Now that we've learned the chi-squared test, you should be able to figure out **if the association between two columns of categorical data is statistically significant or not**. There are a few caveats to using the chi-squared test that are important to cover, though:

### Finding that a result isn't significant doesn't mean that no association between the columns exists. 
For instance, if we found that the chi-squared test between the sex and race columns returned a p-value of .1, it wouldn't mean that there is no relationship between sex and race. *It just means that there isn't a statistically significant relationship*.

### Finding a statistically significant result doesn't imply anything about what the correlation is.
For instance, finding that a chi-squared test between sex and race results in a p-value of .01 doesn't mean that the dataset contains too many Females who are White (or too few).

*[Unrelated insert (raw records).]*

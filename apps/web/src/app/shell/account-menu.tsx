import { Button, Menu, MenuDivider, MenuItem, PopoverNext } from '@blueprintjs/core';
import { CaretDown } from '@blueprintjs/icons';
import type { Preferences } from '@shared/session';
import { useNavigate } from 'react-router-dom';
import { useMe, useSetPreferences, useSignOut } from '../../lib/me.js';
import { setSingleKeys, useSingleKeys } from './single-keys.js';
import { t } from './text.js';

const THEMES: readonly [Preferences['theme'], 'system' | 'light' | 'dark'][] = [
  ['system', 'system'],
  ['light', 'light'],
  ['dark', 'dark'],
];

/** Units, theme and sign-out of the person signed in. */
export function AccountMenu() {
  const me = useMe();
  const set = useSetPreferences();
  const signOut = useSignOut();
  const navigate = useNavigate();
  const singleKeys = useSingleKeys();
  const { preferences } = me;
  const menu = (
    <Menu aria-label={t('account', { name: me.name })}>
      <MenuDivider title={t('units')} />
      <MenuItem roleStructure="listoption" selected={preferences.units === 'si'} text={t('si')} onClick={() => set.mutate({ ...preferences, units: 'si' })} />
      <MenuItem roleStructure="listoption" selected={preferences.units === 'inch-pound'} text={t('inchPound')} onClick={() => set.mutate({ ...preferences, units: 'inch-pound' })} />
      <MenuDivider title={t('theme')} />
      {THEMES.map(([theme, key]) => (
        <MenuItem key={theme} roleStructure="listoption" selected={preferences.theme === theme} text={t(key)} onClick={() => set.mutate({ ...preferences, theme })} />
      ))}
      {!me.roles.includes('customer') && (
        <>
          <MenuDivider title={t('keys')} />
          <MenuItem roleStructure="listoption" selected={singleKeys} text={t('slash')} shouldDismissPopover={false} onClick={() => setSingleKeys(!singleKeys)} />
        </>
      )}
      <MenuDivider />
      {me.shop.mailboxUrl && <MenuItem text={t('mailbox')} href={me.shop.mailboxUrl} target="_blank" rel="noreferrer" />}
      <MenuItem text={t('signOut')} onClick={() => signOut.mutate(undefined, { onSettled: () => void navigate('/sign-in') })} />
    </Menu>
  );
  return (
    <PopoverNext content={menu} placement="bottom-end">
      <Button variant="minimal" endIcon={<CaretDown />} text={me.name} aria-label={t('account', { name: me.name })} />
    </PopoverNext>
  );
}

A statistically significant finding means that **some evidence of a relationship** between the variables exists, **but needs to be investigated further**.

### Chi-squared tests can only be applied in the case where each possibility within a category is independent. 
For instance, the Census counts individuals as either Male or Female, not both.

### Chi-squared tests are more valid when the numbers in each cell of the cross table are larger.
So if each number is 100, great -- if each number is 1, you may need to gather more data.